Fast ellipsoid intersection test
Now define the following convex scalar function $K:(0,1)\rightarrow \mathbb{R}$,
$$K(s) := 1 - (b-a)^T\left(\frac{1}{1-s}A^{-1} + \frac{1}{s}B^{-1}\right)^{-1}(b-a).$$
The following result holds:
$$E_A \cap E_B = \{\} \quad \text{if and only if}\quad K(s)<0 \quad \text{for some}\quad s \in (0,1).$$
This is proven in Proposition 2 of the following paper:

Gilitschenski, Igor, and Uwe D. Hanebeck. "A robust computational test
for overlap of two arbitrary-dimensional ellipsoids in fault-detection
of kalman filters." 2012 15th International Conference on Information
Fusion. IEEE, 2012.

So you can check whether the two ellipsoids intersect by finding the minimum of $K$ on $(0,1)$ using any 1D convex minimization routine, then check if $K(s)$ is greater than 0 at the minima.
I like to use Brent's algorithm to find the minimum, because it is fast and implementations are available in many software libraries such as scipy.
https://en.wikipedia.org/wiki/Brent%27s_method
The minimization algorithm will evaluate $K(s)$ many times for different values of $s$. You can avoid performing matrix inverses/linear solves at each evaluation of $K(s)$ by precomputing the generalized eigenvalue decomposition of $A$ with respect to $B$, then working in the basis of generalized eigenvectors, because both matrices become diagonal in this basis.
http://fourier.eng.hmc.edu/e161/lectures/algebra/node7.html
Code
Here is some python code I wrote to do this. In this code, $\Sigma_A := A^{-1}$, $\Sigma_B := B^{-1}$, $\mu_A = a$, and $\mu_B = b$, and $\tau$ is an optional scalar that makes the ellipses uniformly bigger or smaller.
import numpy as np
from scipy.linalg import eigh
from scipy.optimize import minimize_scalar


def ellipsoid_intersection_test(Sigma_A, Sigma_B, mu_A, mu_B, tau=1.0):
    lambdas, Phi = eigh(Sigma_A, b=Sigma_B)
    v_squared = np.dot(Phi.T, mu_A - mu_B) ** 2
    res = minimize_scalar(K_function,
                          bracket=[0.0, 0.5, 1.0],
                          args=(lambdas, v_squared, tau))
    return (res.fun[0] >= 0)


def K_function(s, lambdas, v_squared, tau):
    return 1.-(1./tau**2)*np.sum(v_squared*((s*(1.-s))/(1.+s*(lambdas-1.))))

Example images of $K(s)$
Here are a sequence of pictures showing how the function $K(s)$ changes as one ellipsoid slides past another:









The complete code I used to generate these pictures is in the following jupyter notebook:
https://github.com/NickAlger/nalger_helper_functions/blob/master/tutorial_notebooks/ellipsoid_intersection_test_tutorial.ipynb
A: By a suitable stretching of the plane in the direction of the axis of one of the ellipses, you can turn this ellipse to a circle, while the other remains an ellipse.
Now checking if the circle and the ellipse have a nonempty intersection is the same as checking if the center of the circle is inside the outward offset curve of the ellipse, at distance $r$.

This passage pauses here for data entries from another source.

describe("the app's database role", () => {
  it("is not a superuser, may not create roles or databases, belongs to no other role and owns nothing", async () => {
    const db = getDb();
    const me = (await sql<{ rolname: string; rolsuper: boolean; rolcreaterole: boolean; rolcreatedb: boolean; rolreplication: boolean; rolbypassrls: boolean }>`
      select rolname, rolsuper, rolcreaterole, rolcreatedb, rolreplication, rolbypassrls from pg_roles where rolname = current_user`.execute(db)).rows[0];
    expect(me).toEqual({ rolname: "cellwright_app", rolsuper: false, rolcreaterole: false, rolcreatedb: false, rolreplication: false, rolbypassrls: false });

    const owned = await sql<{ what: string; n: number }>`
      select 'relations' as what, count(*)::int as n from pg_class where relowner = current_user::regrole
      union all select 'routines', count(*)::int from pg_proc where proowner = current_user::regrole
      union all select 'schemas', count(*)::int from pg_namespace where nspowner = current_user::regrole
      union all select 'types', count(*)::int from pg_type where typowner = current_user::regrole
      union all select 'databases', count(*)::int from pg_database where datdba = current_user::regrole
      union all select 'memberships', count(*)::int from pg_auth_members where member = current_user::regrole`.execute(db);
    expect(Object.fromEntries(owned.rows.map((r) => [r.what, r.n]))).toEqual({ relations: 0, routines: 0, schemas: 0, types: 0, databases: 0, memberships: 0 });

    // The migrations ran as the owner role, which is no superuser either and owns every table.
    const owners = await sql<{ owner: string; super: boolean }>`
      select distinct pg_get_userbyid(c.relowner) as owner, r.rolsuper as super
        from pg_class c join pg_namespace n on n.oid = c.relnamespace join pg_roles r on r.oid = c.relowner
       where n.nspname = 'public' and c.relkind in ('r', 'S')`.execute(db);
    expect(owners.rows).toEqual([{ owner: "cellwright_owner", super: false }]);

    await expect(sql`set role cellwright_owner`.execute(db)).rejects.toThrow(/permission denied/);
    await expect(sql`set role postgres`.execute(db)).rejects.toThrow(/permission denied/);
    await expect(sql`create table smuggled (id int)`.execute(db)).rejects.toThrow(/permission denied/);
    await expect(sql`create temporary table run (id uuid, number text, status text)`.execute(db)).rejects.toThrow(/permission denied/);
  });

  it("cannot make a guard read a table of its own: the guards resolve names in public before pg_temp", async () => {
    // The guards of migrations 0001–0008 (0009 pins them); a later migration's function sets its own search_path.
    const guards = [
      "audit_event_refuse_change",
      "procedure_version_guard",
      "specimen_matches_lot",
      "lot_keeps_specimens_matching",
      "run_guard",
      "electronic_signature_guard",
      "run_review_guard",
      "certificate_guard",
      "lot_sample_draw_guard",
      "run_is_frozen",
      "run_evidence_guard",
      "run_log_chunk_guard",
      "stored_file_guard",
      "run_status_guard",
      "refuse_truncate",
    ];
    const pinned = await sql<{ name: string }>`
      select p.proname as name from pg_proc p
       where p.pronamespace = 'public'::regnamespace and 'search_path=public, pg_temp' = any(p.proconfig)`.execute(getDb());
    expect(pinned.rows.map((r) => r.name)).toEqual(expect.arrayContaining(guards));
    // And every function any later migration adds: each names where it looks tables up.
    const unpinned = await sql<{ name: string }>`
      select p.proname as name from pg_proc p
       where p.pronamespace = 'public'::regnamespace
         and not exists (select 1 from unnest(coalesce(p.proconfig, '{}')) c where c like 'search_path=%')`.execute(getDb());
    expect(unpinned.rows.map((r) => r.name)).toEqual([]);
  });

  it("holds no TRUNCATE, TRIGGER or REFERENCES right on any table, and none at all on the migration records", async () => {
    const rights = await sql<{ table: string; privilege: string }>`
      select c.relname as table, p.privilege
        from pg_class c join pg_namespace n on n.oid = c.relnamespace
        cross join unnest(array['TRUNCATE', 'TRIGGER', 'REFERENCES']) as p(privilege)
       where n.nspname = 'public' and c.relkind = 'r' and has_table_privilege(current_user, c.oid, p.privilege)`.execute(getDb());
    expect(rights.rows).toEqual([]);
    expect(await refusal(sql`select * from kysely_migration`)).toMatch(/permission denied/);
    expect(await refusal(sql`delete from kysely_migration`)).toMatch(/permission denied/);
  });

  it("has only the row rights each table needs: the evidence tables are SELECT and INSERT only", async () => {
    const rows = await sql<{ table: string; rights: string }>`
      select c.relname as table,
             concat_ws(',', case when has_table_privilege(current_user, c.oid, 'SELECT') then 'S' end,
                            case when has_table_privilege(current_user, c.oid, 'INSERT') then 'I' end,
                            case when has_table_privilege(current_user, c.oid, 'UPDATE') then 'U' end,
                            case when has_table_privilege(current_user, c.oid, 'DELETE') then 'D' end) as rights
        from pg_class c join pg_namespace n on n.oid = c.relnamespace
       where n.nspname = 'public' and c.relkind = 'r'`.execute(getDb());
    const rights = Object.fromEntries(rows.rows.map((r) => [r.table, r.rights]));
    for (const table of ["audit_event", "electronic_signature", "run_review", "run_log_chunk", "run_evaluation", "stored_file", "run_instrument", "lot_sample_draw", "procedure", "lab_signing_key"]) {
      expect(rights[table], table).toBe("S,I");
    }
    for (const table of ["run", "step_record", "run_log", "certificate", "procedure_version"]) expect(rights[table], table).toBe("S,I,U");
    expect(rights.user_session).toBe("S,I,U,D");
    expect(rights.kysely_migration).toBe("");
  });

  it("may not turn off triggers or replication-role checks, on any protected table", async () => {
    const protectedTables = [
      "audit_event",
      "electronic_signature",
      "certificate",
      "procedure_version",
      "run_review",
      "run",
      "step_record",
      "run_instrument",
      "run_log",
      "run_log_chunk",
      "stored_file",
      "run_evaluation",
      "lot_sample_draw",
    ];
    for (const table of protectedTables) {
      expect(await refusal(sql`alter table ${sql.table(table)} disable trigger all`), table).toMatch(/must be owner/);
      expect(await refusal(sql`alter table ${sql.table(table)} disable trigger user`), table).toMatch(/must be owner/);
      expect(await refusal(sql`truncate ${sql.table(table)} cascade`), table).toMatch(/permission denied/);
    }
    expect(await refusal(sql`set session_replication_role = replica`)).toMatch(/permission denied to set parameter/);
    expect(await refusal(sql`set local session_replication_role = replica`)).toMatch(/permission denied to set parameter/);
    expect(await refusal(sql`select set_config('session_replication_role', 'replica', false)`)).toMatch(/permission denied to set parameter/);
    // And the owner role, which may alter its tables, still meets every trigger unless it disables them.
    await withOwnerClient(async (owner) => {
      await expect(owner.query("set session_replication_role = replica")).rejects.toThrow(/permission denied to set parameter/);
      await expect(owner.query("truncate certificate cascade")).rejects.toThrow(/never emptied|TRUNCATE refused/);
    });
  });
});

Unfortunately, such an offset curve is known to have an octic ($8^{th}$) degree implicit equation, which is just horrible. Check "Brief Atlas of Offset Curves", example 4.
This tends to show that there is no easy exact analytical solution. If you can do with an approximate solution, just replace the offset curve by another ellipse of axis $a+r$ and $b+r$.
A: Let we suppose that $E_1$ is an ellipse with equation $f(x,y)=\frac{x^2}{a}+\frac{y^2}{b}-1=0$ and $E_2$ is another ellipse. To check if $E_1$ and $E_2$ intersect, it is sufficient to check if $f(x,y)$ takes only positive values on $\partial E_2$. So we can take a parametrization of $\partial E_2$ and compute the stationary points for the quadratic function $f(x,y)$ on $\partial E_2$. If we values of $f$ in such points are positive, $E_1$ and $E_2$ do not intersect, otherwise they intersect. 
Here I assumed that the ellipses lie on the euclidean plane, but the same argument can be extended also to check if two ellipses in $\mathbb{R}^3$ are "linked" or not.